This has been my stance for years, but I am open to be persuaded why this is a terrible practice that will lead to kitten murder.
I saw someone else give a similar reasoning that if there were a booting error, they would never assume it was a rootkit, but some breakage between all of the booting cruft. I certainly lack any expertise to understand what happens during boot to be able to diagnose problems.
My stance is similar: I insist that any computer I use to run my main OS uses the CSM (Compatibility Support Module) method of booting. This effectively eliminates UEFI's role completely after control is handed to the bootloader, using the pre-UEFI boot method of locating the first sector of the boot device and executing that.
As a user, I see very little benefit to using UEFI.
I have a concern that if I find malware or suspicious activity on a system, when I report it through Virus Total or another channel I won't be believed if secure boot is disabled and that appears in the logs. Or if another threat actor got in during the brief period it was disabled and invalidated the audit trail.
"We won't accept any reports because your secure boot chain is too short." To put it bluntly and crudely. Not to dismiss a very real and important real-life issue.
I've lost people I love in my life over similar things. I don't want to be in a similar situation in other Walks or Paths of life.
It's a powerful incentive mechanism. Even if you're believed in the end how long did it take? How old? And now that difficult thing becomes a talking point when you just wanted to build.
You could if you want to, but if your distribution provides a UEFI bootloader (shim / grub / systemd-boot / whatever) signed by the default MS-trusted cert, or you're willing to set up everything yourself with your own certs, it doesn't hurt to enable it either (except when an incident like this happens).
The Mint forums pretty much tell everyone to blanket disable secure boot because nobody seems to know how to make it work, certainly not well enough to explain it to a beginner.
I accidentally checked "install media codecs" on the Mint installation which requires secure boot.

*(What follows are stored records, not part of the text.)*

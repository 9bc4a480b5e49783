"""One K on a plant family: operating points, common stable intervals, parameter boundaries, Monte Carlo."""

import math

import numpy as np
import pytest
import scipy.optimize
import sympy
from hypothesis import given, settings
from hypothesis import strategies as st

from gainboard.core import (
    AnalysisError,
    DesignSpecs,
    Plant,
    SamplingCancelled,
    assign_poles,
    combine_chunks,
    common_entry_intervals,
    discretize_zero_order_hold,
    evaluate_chunk,
    evaluate_operating_points,
    loop_margins,
    parameter_boundaries,
    parse_plant_family_text,
    plan_monte_carlo,
    run_monte_carlo,
    wilson_interval,
)
from gainboard.core._batched_loops import single_input_margins, stability_verdicts

# s³ + 3s² + 2s + g·k1 with K = [1, 0, 0]: the cubic of reference case 8 with an uncertain input gain g.
CUBIC_FAMILY = """
[parameters.g]
nominal = 1.0
low = -1.0
high = 10.0
unit = "1"
[model]
A = [[0.0, 1.0, 0.0], [0.0, 0.0, 1.0], [0.0, -2.0, -3.0]]
B = [[0.0], [0.0], ["g"]]
"""
CUBIC_GAIN = [[1.0, 0.0, 0.0]]

# The ZOH double integrator (reference case 9, T = 1) with an uncertain actuator gain g.
SAMPLED_FAMILY = """
[parameters.g]
nominal = 1.0
low = 0.0
high = 3.0
[model]
A = [[1.0, 1.0], [0.0, 1.0]]
B = [["g / 2"], ["g"]]
sample_time = 1.0
"""
SAMPLED_GAIN = [[0.5, 1.0]]


def _routh_hurwitz_interval_of_g():
    """Stable set of g for s³ + 3s² + 2s + g, derived with sympy from the Routh–Hurwitz conditions
    (Ogata, Modern Control Engineering, sec. 5-6; reference case 4): a2 > 0, a0 > 0, a2·a1 > a0."""
    g = sympy.Symbol("g", real=True)
    a2, a1, a0 = 3, 2, g
    return _solve_all([a0 > 0, a2 * a1 - a0 > 0], g) if a2 > 0 else sympy.EmptySet


def _jury_interval_of_g():
    """Stable set of g for the sampled family, from the Jury conditions for z² + a1 z + a0
    (|a0| < 1, 1 + a1 + a0 > 0, 1 − a1 + a0 > 0; Åström & Wittenmark, from memory; reference case 14),
    with the characteristic polynomial of Φ − gΓK computed by sympy."""
    g, z = sympy.symbols("g z", real=True)
    closed = sympy.Matrix([[1, 1], [0, 1]]) - sympy.Matrix([[g / 2], [g]]) * sympy.Matrix([[sympy.Rational(1, 2), 1]])
    a1, a0 = closed.charpoly(z).all_coeffs()[1:]
    return _solve_all([a0 < 1, a0 > -1, 1 + a1 + a0 > 0, 1 - a1 + a0 > 0], g)


def _solve_all(conditions, symbol):
    """The set of real values of ``symbol`` meeting every condition (sympy)."""
    region = sympy.S.Reals
    for condition in conditions:
        region = region.intersect(sympy.solve_univariate_inequality(condition, symbol, relational=False))
    return region


# -- Monte Carlo against closed-form stability regions -------------------------------------------

#: The continuous cubic (Routh–Hurwitz) and the sampled quadratic (Jury), each with its exact stable set of g.
CLOSED_FORM_FAMILIES = pytest.mark.parametrize("text, gain, exact", [
    (CUBIC_FAMILY, CUBIC_GAIN, _routh_hurwitz_interval_of_g),
    (SAMPLED_FAMILY, SAMPLED_GAIN, _jury_interval_of_g),
])


@CLOSED_FORM_FAMILIES
def test_stable_fraction_matches_the_exact_probability_within_its_confidence_interval(text, gain, exact):
    family = parse_plant_family_text(text)
    region = exact()
    low, high = family.parameter("g").low, family.parameter("g").high
    probability = float(sympy.Interval(low, high).intersect(region).measure) / (high - low)
    result = run_monte_carlo(plan_monte_carlo(family, gain, samples=40_000, seed=2024))
    lo, hi = result.stable.interval
    assert lo < probability < hi, (probability, result.stable)
    assert hi - lo < 0.011  # 40 000 samples: the 95 % Wilson interval is about ±0.005 wide
    assert result.failed_samples == 0


@CLOSED_FORM_FAMILIES
def test_parameter_boundaries_match_the_exact_ones(text, gain, exact):
    family = parse_plant_family_text(text)
    region = exact()
    searched = sympy.Interval(*family.parameter("g").sweep_range)
    exact_ends = sorted(float(e) for e in region.boundary if e in searched)  # closed range: an end at g = 0 counts
    found = parameter_boundaries(family, gain)["g"]
    assert len(found.boundaries) == len(exact_ends)
    for value, bracket, end in zip(found.boundaries, found.brackets, exact_ends):
        assert value == pytest.approx(end, abs=1e-9)
        assert bracket[0] <= value <= bracket[1] and bracket[1] - bracket[0] < 1e-12 * max(1.0, abs(end))
    stable_inside = sympy.Interval(*found.stable_intervals[0])
    assert float(stable_inside.measure) == pytest.approx(float(region.intersect(searched).measure), abs=1e-9)


def test_the_same_seed_gives_bit_identical_figures_whatever_order_runs_the_chunks():
    family = parse_plant_family_text(CUBIC_FAMILY)
    plan = plan_monte_carlo(family, CUBIC_GAIN, samples=12_345, seed=99, chunk_size=1000, keep_poles=50,
                            specs=DesignSpecs(min_damping_ratio=0.3), include_margins=True)
    forward = run_monte_carlo(plan)
    backward = combine_chunks(plan, [evaluate_chunk(plan, i) for i in reversed(range(plan.chunk_count))])
    assert forward.stable == backward.stable and forward.spec_pass == backward.spec_pass
    assert forward.worst == backward.worst
    np.testing.assert_array_equal(forward.poles, backward.poles)
    other = run_monte_carlo(plan_monte_carlo(family, CUBIC_GAIN, samples=12_345, seed=100, chunk_size=1000))
    assert other.stable.successes != forward.stable.successes


def test_worst_samples_are_the_minima_over_every_sample_evaluated_one_by_one():
    family = parse_plant_family_text(CUBIC_FAMILY)
    plan = plan_monte_carlo(family, CUBIC_GAIN, samples=300, seed=5, chunk_size=64, keep_poles=300,
                            specs=DesignSpecs(min_damping_ratio=0.2))
    result = run_monte_carlo(plan)
    margins = []
    for index in range(300):
        chunk = index // 64
        from gainboard.core._monte_carlo import _chunk_parameters

        g = _chunk_parameters(plan, chunk)["g"][index % 64]
        poles = np.linalg.eigvals(family.plant_at({"g": g}).A - family.plant_at({"g": g}).B @ np.array(CUBIC_GAIN))
        margins.append(-poles.real.max())
    worst = result.worst["stability_margin"]
    assert worst.index == int(np.argmin(margins))
    assert worst.value == pytest.approx(min(margins), abs=1e-12)
    assert result.stable.successes == sum(m > 1e-12 for m in margins)
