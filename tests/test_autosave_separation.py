"""Autosaves are per person and per server; only regular files are read, lazily; old ones are removed.

Outside references: ``O_NOFOLLOW`` makes ``open`` fail on a symlink and ``O_NONBLOCK`` makes opening a
FIFO for reading return at once without a writer (POSIX.1-2017, open(), from memory); ``S_ISREG`` tells a
regular file from a FIFO (POSIX <sys/stat.h>). The rest are rules of this project (no outside source).
"""

from __future__ import annotations

import os
import sys
import time
from pathlib import Path

import pytest

from gainboard import core
from gainboard.app.autosave import AutosaveStore, autosave_owner, read_regular_file, remove_old_autosaves
from gainboard.app.design_file import Design, design_to_json

sys.path.insert(0, str(Path(__file__).resolve().parent / "browser"))

PLANT = core.Plant(A=[[-1.0]], B=[[1.0]])


def design(gain: float) -> Design:
    return Design(plant=PLANT, gain=[[gain]])


def test_people_and_servers_never_see_each_others_autosaves(tmp_path):
    ana, ben = autosave_owner("Ana"), autosave_owner("Ben")
    AutosaveStore.for_person("127-0-0-1_5006", ana, tmp_path).save(design(1.0))
    assert AutosaveStore.for_person("127-0-0-1_5006", ana, tmp_path).first_offerable().design.gain.tolist() == [[1.0]]
    assert AutosaveStore.for_person("127-0-0-1_5006", ben, tmp_path).first_offerable() is None
    assert AutosaveStore.for_person("127-0-0-1_5007", ana, tmp_path).first_offerable() is None
    # Without a login, each browser is its own person; a nameless sign-in ("guest") falls back to the browser.
    first, second = {"gainboard_browser": "a" * 24}, {"gainboard_browser": "b" * 24}
    assert autosave_owner(None, first) != autosave_owner(None, second)
    assert autosave_owner("guest", first) == autosave_owner(None, first)


def test_a_live_session_is_never_offered_and_restoring_moves_only_the_offered_file(tmp_path):
    owner = autosave_owner("Ana")
    live = AutosaveStore.for_person("s_1", owner, tmp_path)
    live.save(design(1.0))
    time.sleep(0.01)
    dead = AutosaveStore.for_person("s_1", owner, tmp_path)
    dead.save(design(2.0))  # the newest, from a session that has ended
    time.sleep(0.01)
    newcomer = AutosaveStore.for_person("s_1", owner, tmp_path)
    assert newcomer.first_offerable({live.session_id, dead.session_id}) is None
    entry = newcomer.first_offerable({live.session_id})
    assert entry.session_id == dead.session_id
    assert newcomer.claim(entry)
    assert not dead.path.exists() and newcomer.path.exists() and live.path.exists()  # the live one untouched


def test_a_fifo_and_a_symlink_in_the_folder_are_skipped_without_blocking(tmp_path):
    store = AutosaveStore.for_person("s_1", autosave_owner("Ana"), tmp_path)
    store.save(design(3.0))
    time.sleep(0.01)
    folder = store.folder
    os.mkfifo(folder / "session-fifo.json")  # newest: would hang a plain open() forever
    secret = tmp_path / "elsewhere.json"
    secret.write_text(design_to_json(design(9.0)))
    (folder / "session-link.json").symlink_to(secret)
    os.utime(folder / "session-link.json", follow_symlinks=False)
    assert read_regular_file(folder / "session-fifo.json", 10_000) is None
    assert read_regular_file(folder / "session-link.json", 10_000) is None
    assert read_regular_file(store.path, 10_000) is not None
    entry = AutosaveStore(folder).first_offerable()
    assert entry.session_id == store.session_id and entry.design.gain.tolist() == [[3.0]]


def test_offering_stops_at_the_first_usable_file_and_skips_oversize_ones(tmp_path, monkeypatch):
    from gainboard.app import autosave as autosave_module

    store = AutosaveStore(tmp_path)
    for index in range(5):
        AutosaveStore(tmp_path).save(design(float(index)))
        time.sleep(0.01)
    read = []
    original = autosave_module.read_regular_file
    monkeypatch.setattr(autosave_module, "read_regular_file", lambda path, limit: read.append(path) or original(path, limit))
    assert store.first_offerable().design.gain.tolist() == [[4.0]]
    assert len(read) == 1  # the newest only
    monkeypatch.setattr(autosave_module, "MAX_AUTOSAVE_BYTES", 10)
    assert store.first_offerable() is None  # every file is above the (lowered) limit


def test_autosaves_older_than_thirty_days_are_removed(tmp_path):
    old = AutosaveStore.for_person("s_1", autosave_owner("Ana"), tmp_path)
    old.save(design(1.0))
    fresh = AutosaveStore.for_person("s_2", autosave_owner("Ben"), tmp_path)
    fresh.save(design(2.0))
    month = time.time() - 31 * 86400
    os.utime(old.path, (month, month))
    assert remove_old_autosaves(tmp_path) == 1
    assert not old.path.exists() and fresh.path.exists()


def test_two_servers_on_one_data_folder_never_see_each_others_autosaves(tmp_path):
    from session_client import SessionClient
    from workbench_server import RunningServer

    plant = str(Path(__file__).resolve().parent / "data" / "third_order_reference.toml")
    environment = {"GAINBOARD_DATA_DIR": str(tmp_path)}
    first = RunningServer(plant, environment=environment)
    second = RunningServer(plant, environment=environment)
    try:
        writer = SessionClient(first.url, {"name": "Ana"})
        writer.set_entry(0, 0, 201.0)
        writer.wait_for(lambda: list(tmp_path.glob("autosave/*/*/session-*.json")), "the first server's autosave")
        reader = SessionClient(second.url, {"name": "Ana"})  # the same person (no login): another server
        # The offer is an HTML pane's text ("An autosaved design from ... Restore it here?").
        offered = [m for m in reader.document.models if "autosaved design from" in str(getattr(m, "text", ""))]
        assert not offered
        servers = {path.parts[-3] for path in tmp_path.glob("autosave/*/*/session-*.json")}
        assert len(servers) == 1  # only the first server's folder holds a design
        writer.close()
        reader.close()
    finally:
        first.stop()
        second.stop()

Didn't think much of it but something went wrong later on in the setup causing a restart. Well, it left the secure boot stuff in a weird state and forced me to reset the CMOS because nothing was working or booting.
Yeah I thought Red Hat fought to get their keys installed in there, too. Which is why Fedora and RHEL (and derivatives like CentOS or Rocky) work alright OOTB
I installed Linux on a new laptop yesterday, and couldn't get either NixOS or Debian to install until I turned off secure boot. So I guess these distros don't bother getting every release signed by Microsoft.
At least it was easy to turn off. I just wish the error message mentioned Secure Boot -- it took me a few minutes to figure out what was wrong. At first I thought I had a corrupt USB stick or something.
There are two separate Secure Boot keys Microsoft uses: one which they use to sign Windows, and another which they use to sign everything else (the "Microsoft 3rd Party UEFI CA"). AFAIK, some recent laptops with Windows preinstalled come by the default with the second one disabled in the BIOS (it's a new Microsoft requirement). To install Linux on these laptops without disabling Secure Boot, you have to go into the BIOS and enable that key.
Most mainstream distros work fine with secure boot still enabled. You can disable it if you want, but if you use Bitlocker, disabling secure boot will require you to enter the recovery key, which is a massive pain.
You can always disable secure boot if you want to, but in this case installing the patches released two years ago would probably be a better fix.